* _Problem description_
Scan the lines below for the word "daysBetween". Copy each line you find it in.

Stored data
▼

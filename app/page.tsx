import Link from "next/link";
import { labelOf } from "@/lib/ledger/kinds";
import { getDashboard, getUtcOffsetMin } from "@/lib/site/dashboard.store";
import { getWasteDueBoard } from "@/lib/waste/container.store";
import { day, daysBetween, kg, litres, pct, when } from "@/app/_ui/format";
import { loadSite } from "@/app/_ui/site";
import { DensityNote, FillBar } from "@/app/_ui/tank-ui";
import { CodeLink, Empty, NoSite, Note, Status } from "@/app/_ui/ui";

export const dynamic = "force-dynamic";

export default async function TodayPage() {
  const { db, site } = await loadSite();
  if (!site) return <NoSite />;
  const now = new Date();
  const [d, waste] = await Promise.all([getDashboard(db, site, now), getWasteDueBoard(db, site.id, now, getUtcOffsetMin(site.timeZone, now))]);
  const tz = site.timeZone;
  return (
    <>
      <h1>Today at {site.name}</h1>
      <p className="lede">
        Tracevat keeps the feedstock inventory and traceability of a biodiesel plant. Oil collected at restaurants and delivered by
        suppliers is recorded as pickups, pooled into lots that wait for the lab, moved into tanks and charged into reaction batches;
        each batch yields product lots that are tested, released and shipped. Glycerol phase, wash water and other waste streams are
        tracked in their containers until a hauler takes them, and every transfer is booked in grams in one ledger, so the mass balance
        of any period and the history of any lot can be shown.
      </p>

      <h2 id="counts">At a glance</h2>
      <dl className="counts" aria-labelledby="counts">
        <div>
          <dt>Sources</dt>
          <dd>
            <Link href="/sources">{d.counts.sources}</Link>
          </dd>
        </div>
        <div>
          <dt>Pickups in {d.month.label}</dt>
          <dd>
            <Link href="/pickups">{d.counts.pickupsThisMonth}</Link>
          </dd>
        </div>
        <div>
          <dt>Feedstock lots</dt>
          <dd>
            <Link href="/lots">{d.counts.lots}</Link>
          </dd>
        </div>
        <div>
          <dt>Batches</dt>
          <dd>
            <Link href="/batches">{d.counts.batches}</Link>
          </dd>
        </div>
        <div>
          <dt>Product lots</dt>
          <dd>
            <Link href="/products">{d.counts.productLots}</Link>
          </dd>
        </div>
        <div>
          <dt>Shipments</dt>
          <dd>
            <Link href="/shipments">{d.counts.shipments}</Link>
          </dd>
        </div>
      </dl>

      <div className="panels">
        <section className="panel wide" aria-labelledby="tanks-h">
          <h2 id="tanks-h">Tank levels</h2>
          {d.tanks.length === 0 ? (
            <Empty>No tanks recorded yet.</Empty>
          ) : (
            <>
              <div className="table-wrap">
                <table>
                  <thead>
                    <tr>
                      <th scope="col">Tank</th>
                      <th scope="col">Service</th>
                      <th scope="col" className="num">
                        Book stock
                      </th>
                      <th scope="col" className="num">
                        Capacity
                      </th>
                      <th scope="col">Fill (estimate)</th>
                      <th scope="col">Last gauge</th>
                    </tr>
                  </thead>
                  <tbody>
                    {d.tanks.map((t) => (
                      <tr key={t.code}>
                        <td>
                          <CodeLink href={`/tanks/${encodeURIComponent(t.code)}`} code={t.code} /> <span className="muted">{t.name}</span>
                        </td>
                        <td>{labelOf(t.service)}</td>
                        <td className="num">{kg(t.stockG)}</td>
                        <td className="num">{litres(t.capacityMl, 0)}</td>
                        <td>
                          <FillBar tank={t} />
                        </td>
                        <td className="nowrap">
                          {t.lastGauge ? (
                            <>
                              {litres(t.lastGauge.volumeMl, 0)} <span className="muted">on {day(t.lastGauge.at, tz)}</span>
                            </>
                          ) : (
                            <span className="muted">none</span>
                          )}
                        </td>
                      </tr>
                    ))}
                  </tbody>
                </table>
              </div>
              <DensityNote tanks={d.tanks} />
            </>
          )}
        </section>

        <section className="panel" aria-labelledby="lab-h">
          <h2 id="lab-h">Lots waiting for lab results</h2>
          {d.quarantinedLots.length === 0 ? (
            <Empty>No lots are waiting for the lab.</Empty>
          ) : (
            <>
              <div className="table-wrap">
                <table>
                  <thead>
                    <tr>
                      <th scope="col">Lot</th>
                      <th scope="col">Material</th>
                      <th scope="col">Received</th>
                      <th scope="col" className="num">
                        Mass
                      </th>
                      <th scope="col" className="num">
                        FFA
                      </th>
                    </tr>
                  </thead>
                  <tbody>
                    {d.quarantinedLots.map((l) => (
                      <tr key={l.code}>
                        <td>
                          <CodeLink href={`/lots/${encodeURIComponent(l.code)}`} code={l.code} />
                        </td>
                        <td>{labelOf(l.material)}</td>
                        <td className="nowrap">{when(l.receivedAt, tz)}</td>
                        <td className="num">{kg(l.massG)}</td>
                        <td className="num">{l.ffaPct === null ? <span className="muted">not yet</span> : pct(l.ffaPct)}</td>
                      </tr>
                    ))}
                  </tbody>
                </table>
              </div>
              {d.quarantinedTotal > d.quarantinedLots.length ? (
                <Note>
                  Showing {d.quarantinedLots.length} of {d.quarantinedTotal}. <Link href="/lots">All lots</Link>
                </Note>
              ) : null}
            </>
          )}
        </section>

        <section className="panel" aria-labelledby="batches-h">
          <h2 id="batches-h">Batches in progress</h2>
          {d.batchesInProgress.length === 0 ? (
            <Empty>No batches are planned or reacting.</Empty>
          ) : (
            <div className="table-wrap">
              <table>
                <thead>
                  <tr>
                    <th scope="col">Batch</th>
                    <th scope="col">Status</th>
                    <th scope="col">Planned</th>
                    <th scope="col">Started</th>
                    <th scope="col" className="num">
                      Target oil
                    </th>
                  </tr>
                </thead>
                <tbody>
                  {d.batchesInProgress.map((b) => (
                    <tr key={b.code}>
                      <td>
                        <CodeLink href={`/batches/${encodeURIComponent(b.code)}`} code={b.code} />
                      </td>
                      <td>
                        <Status code={b.status} />
                      </td>
                      <td className="nowrap">{when(b.plannedAt, tz)}</td>
                      <td className="nowrap">{when(b.startedAt, tz)}</td>
                      <td className="num">{kg(b.targetOilG)}</td>
                    </tr>
                  ))}
                </tbody>
              </table>
            </div>
          )}
        </section>

        <section className="panel" aria-labelledby="waste-h">
          <h2 id="waste-h">Waste containers on site</h2>
          {d.wasteOnSite.length === 0 ? (
            <Empty>No waste containers are on site.</Empty>
          ) : (
            <>
              <div className="table-wrap">
                <table>
                  <thead>
                    <tr>
                      <th scope="col">Container</th>
                      <th scope="col">Stream</th>
                      <th scope="col">Started</th>
                      <th scope="col" className="num">
                        Days on site
                      </th>
                      <th scope="col">Due off site</th>
                    </tr>
                  </thead>
                  <tbody>
                    {d.wasteOnSite.map((w) => {
                      const due = waste?.byCode.get(w.code);
                      return (
                        <tr key={w.code}>
                          <td>
                            <Link href={`/waste/${encodeURIComponent(w.code)}`}>{w.code}</Link>
                          </td>
                          <td>{labelOf(w.stream)}</td>
                          <td className="nowrap">{day(w.accumulationStart, tz)}</td>
                          <td className="num">{daysBetween(w.accumulationStart, now)}</td>
                          <td className="nowrap">
                            {due === undefined ? (
                              <span className="muted">not assessed</span>
                            ) : due.dueDate === null ? (
                              <span className="muted">no time limit</span>
                            ) : (
                              <>
                                {due.dueDate}{" "}
                                {due.overdue ? <span className="status status-overdue">overdue</span> : <span className="muted">({due.daysLeft} days left)</span>}
                              </>
                            )}
                          </td>
                        </tr>
                      );
                    })}
                  </tbody>
                </table>
              </div>
              <Note>
                {waste
                  ? `${waste.assumption.note} Rules: ${waste.ruleSet}. ${waste.note}`
                  : "Due dates could not be worked out from the recorded data; days on site are counted from the accumulation start."}{" "}
                <Link href="/waste">Waste details</Link>
              </Note>
            </>
          )}
        </section>

        <section className="panel" aria-labelledby="period-h">
          <h2 id="period-h">Accounting period</h2>
          {d.currentPeriod === null ? (
            <Empty>
              No accounting period covers today ({day(now, tz)}). <Link href="/periods">All periods</Link>
            </Empty>
          ) : (
            <>
              <p>
                {day(d.currentPeriod.startsAt, tz)} to {day(new Date(d.currentPeriod.endsAt.getTime() - 1), tz)}{" "}
                <span className={`status status-${d.currentPeriod.status === "OPEN" ? "open-period" : "closed"}`}>
                  {d.currentPeriod.status === "OPEN" ? "Open" : "Closed"}
                </span>
              </p>
              <Note>
                {d.currentPeriod.status === "OPEN"
                  ? "Movements dated in this period can still be booked."
                  : `Closed${d.currentPeriod.closedBy ? ` by ${d.currentPeriod.closedBy}` : ""}: movements dated in it are refused.`}{" "}
                <Link href="/periods">All periods</Link>
              </Note>
            </>
          )}
        </section>
      </div>
    </>
  );
}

▲

* _Response_
import { day, daysBetween, kg, litres, pct, when } from "@/app/_ui/format";
                          <td className="num">{daysBetween(w.accumulationStart, now)}</td>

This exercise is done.